|Romkens, Mathias - Matt|
Submitted to: Soil Erosion for 21st Century Symposium
Publication Type: Proceedings
Publication Acceptance Date: 10/1/2000
Publication Date: 1/3/2001
Citation: Interpretive Summary: Rilling of soil by runoff is an important mode of soil erosion. Rills are formed in places where runoff concentrates and flow velocities and rates have reached critical values. The areal frequency and depth of rills obtained varies for each hydrologic regime (rainfall intensity, amount, and duration). The beds of the rills often show a surface irregularity or roughness. This roughness is a reflection of the local variation in the erosion resistance of the soil and the energy expenditure by the flow regime (flow rate and velocity). Therefore, a characterization of the bed roughness of the rill may yield valuable information about the soil susceptibility to erode under different concentrated flow regimes. This study analyzes the bed roughness of eroding rills in relation to slope gradient and runoff rate using digital elevation maps. The results of this study show that bed roughness consisted of three roughness components: a low-frequency component, a high-frequency component, and a cyclic component. The latter component reflects the presence of a series of regularly spaced micro-headcuts. This information will be helpful in interpreting the balance between flow expending energy levels and the resistance of the soil to rill erosion.

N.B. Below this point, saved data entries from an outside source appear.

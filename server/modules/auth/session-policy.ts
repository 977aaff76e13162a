import type { Role } from '@shared/domain/vocabulary';

const MINUTE_MS = 60_000;
const HOUR_MS = 60 * MINUTE_MS;
const DAY_MS = 24 * HOUR_MS;

/**
 * How long a session lives (DEVELOPERS.md decision log has the reasons). Customers order every
 * few weeks and hold only their own data: 7 days idle, 30 days at most (NIST SP 800-63B AAL1).
 * Packers, staff and owner reach every customer's orders and addresses, and the owner refunds and runs
 * the team: 30 minutes idle, 12 hours at most, about one roast day (NIST SP 800-63B AAL2).
 * Read with the role the account has now, so a promotion shortens a live session at once.
 */
export const sessionTimeouts: Record<Role, { idleMs: number; absoluteMs: number }> = {
  customer: { idleMs: 7 * DAY_MS, absoluteMs: 30 * DAY_MS },
  packer: { idleMs: 30 * MINUTE_MS, absoluteMs: 12 * HOUR_MS },
  staff: { idleMs: 30 * MINUTE_MS, absoluteMs: 12 * HOUR_MS },
  owner: { idleMs: 30 * MINUTE_MS, absoluteMs: 12 * HOUR_MS },
};

/** Activity is written back at most this often, so a busy page does not write on every request. */
export const SESSION_TOUCH_INTERVAL_MS = MINUTE_MS;

export function sessionEndsAt(role: Role, session: { createdAt: Date; lastSeenAt: Date }): Date {
  const { idleMs, absoluteMs } = sessionTimeouts[role];
  return new Date(Math.min(session.createdAt.getTime() + absoluteMs, session.lastSeenAt.getTime() + idleMs));
}
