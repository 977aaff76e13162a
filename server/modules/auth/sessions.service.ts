import type { Request } from 'express';
import type { Role } from '@shared/domain/vocabulary';
import type { Clock } from '../../lib/clock';
import type { SessionUser } from '../../middleware/require-role';
import type { AuthRepo } from './auth.repo';
import { SESSION_TOUCH_INTERVAL_MS, sessionEndsAt, sessionTimeouts } from './session-policy';
import { randomToken, tokenDigest, type SessionTokens } from './session-tokens';

export interface RequestContext {
  ip?: string | undefined;
  userAgent?: string | undefined;
}

export const requestContext = (req: Request): RequestContext => ({ ip: req.ip, userAgent: req.get('user-agent') });

export interface StartedSession {
  /** The cookie's value. */
  token: string;
  /** The cookie's lifetime: the session's absolute limit for this role. */
  maxAgeMs: number;
}

/**
 * Server-side sessions behind the signed cookie. A session is live while its row is not revoked,
 * its account is enabled, and neither the idle nor the absolute limit of the account's current
 * role has passed; every check reads the database, so revoking, disabling or a role change
 * takes effect on the very next request.
 */
export function createSessionsService({ repo, tokens, clock }: { repo: AuthRepo; tokens: SessionTokens; clock: Clock }) {
  return {
    async start(user: { id: string; role: Role }, context: RequestContext, inRepo: AuthRepo = repo): Promise<StartedSession> {
      const now = clock.now();
      const maxAgeMs = sessionTimeouts[user.role].absoluteMs;
      const expiresAt = new Date(now.getTime() + maxAgeMs);
      const sessionKey = randomToken();
      await inRepo.insertSession({
        id: tokenDigest(sessionKey),
        userId: user.id,
        createdAt: now,
        lastSeenAt: now,
        expiresAt,
        ip: context.ip ?? null,
        userAgent: context.userAgent?.slice(0, 300) ?? null,
      });
      return { token: await tokens.sign({ userId: user.id, sessionKey }, now, expiresAt), maxAgeMs };
    },

    /** Who a cookie belongs to, or undefined when it is forged, expired, revoked or its account disabled. */
    async resolve(token: string): Promise<SessionUser | undefined> {
      const now = clock.now();
      const claims = await tokens.verify(token, now);
      if (!claims) return undefined;
      const sessionId = tokenDigest(claims.sessionKey);
      const session = await repo.findSessionWithUser(sessionId);
      if (!session || session.userId !== claims.userId || session.user.disabledAt) return undefined;
      if (now >= session.expiresAt || now >= sessionEndsAt(session.user.role, session)) {
        await repo.revokeSession(sessionId, now);
        return undefined;
      }
      if (now.getTime() - session.lastSeenAt.getTime() >= SESSION_TOUCH_INTERVAL_MS) await repo.touchSession(sessionId, now);
      const { id, email, name, role } = session.user;
      return { id, email, name, role, sessionId };
    },

    async end(sessionId: string): Promise<void> {
      await repo.revokeSession(sessionId, clock.now());
    },

    async endAllFor(userId: string, inRepo: AuthRepo = repo): Promise<number> {
      return inRepo.revokeSessionsOfUser(userId, clock.now());
    },

    async endOthers(user: SessionUser): Promise<number> {
      return repo.revokeSessionsOfUser(user.id, clock.now(), user.sessionId);
    },
  };
}

export type SessionsService = ReturnType<typeof createSessionsService>;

Technical Abstract: Rills are a major source of sediment in eroding systems. This study investigated the roughness of eroding rills as affected by the slope gradient and runoff rate. In flume experiments, loess soil material was subjected to simulated rainstorms. Roughness of the major rills was determined using digital elevation maps. Results showed that rill bed roughness significantly increased with slope steepness but was not affected by the runoff rate. Generally, three patterns of bed roughness could be distinguished: (1) a low-frequency component indicated the convex/concave shape of the rill length profile, (2) a high-frequency component of undirected roughness with an amplitude proportional to slope steepness, (3) a cyclic component that seemed to reflect a series of regularly spaced micro-headcuts. The frequency of the micro-headcuts tended to decrease with slope steepness, the amplitude increased with slope steepness. The results indicate that rill bed roughness is a dynamic parameter that is affected by slope steepness.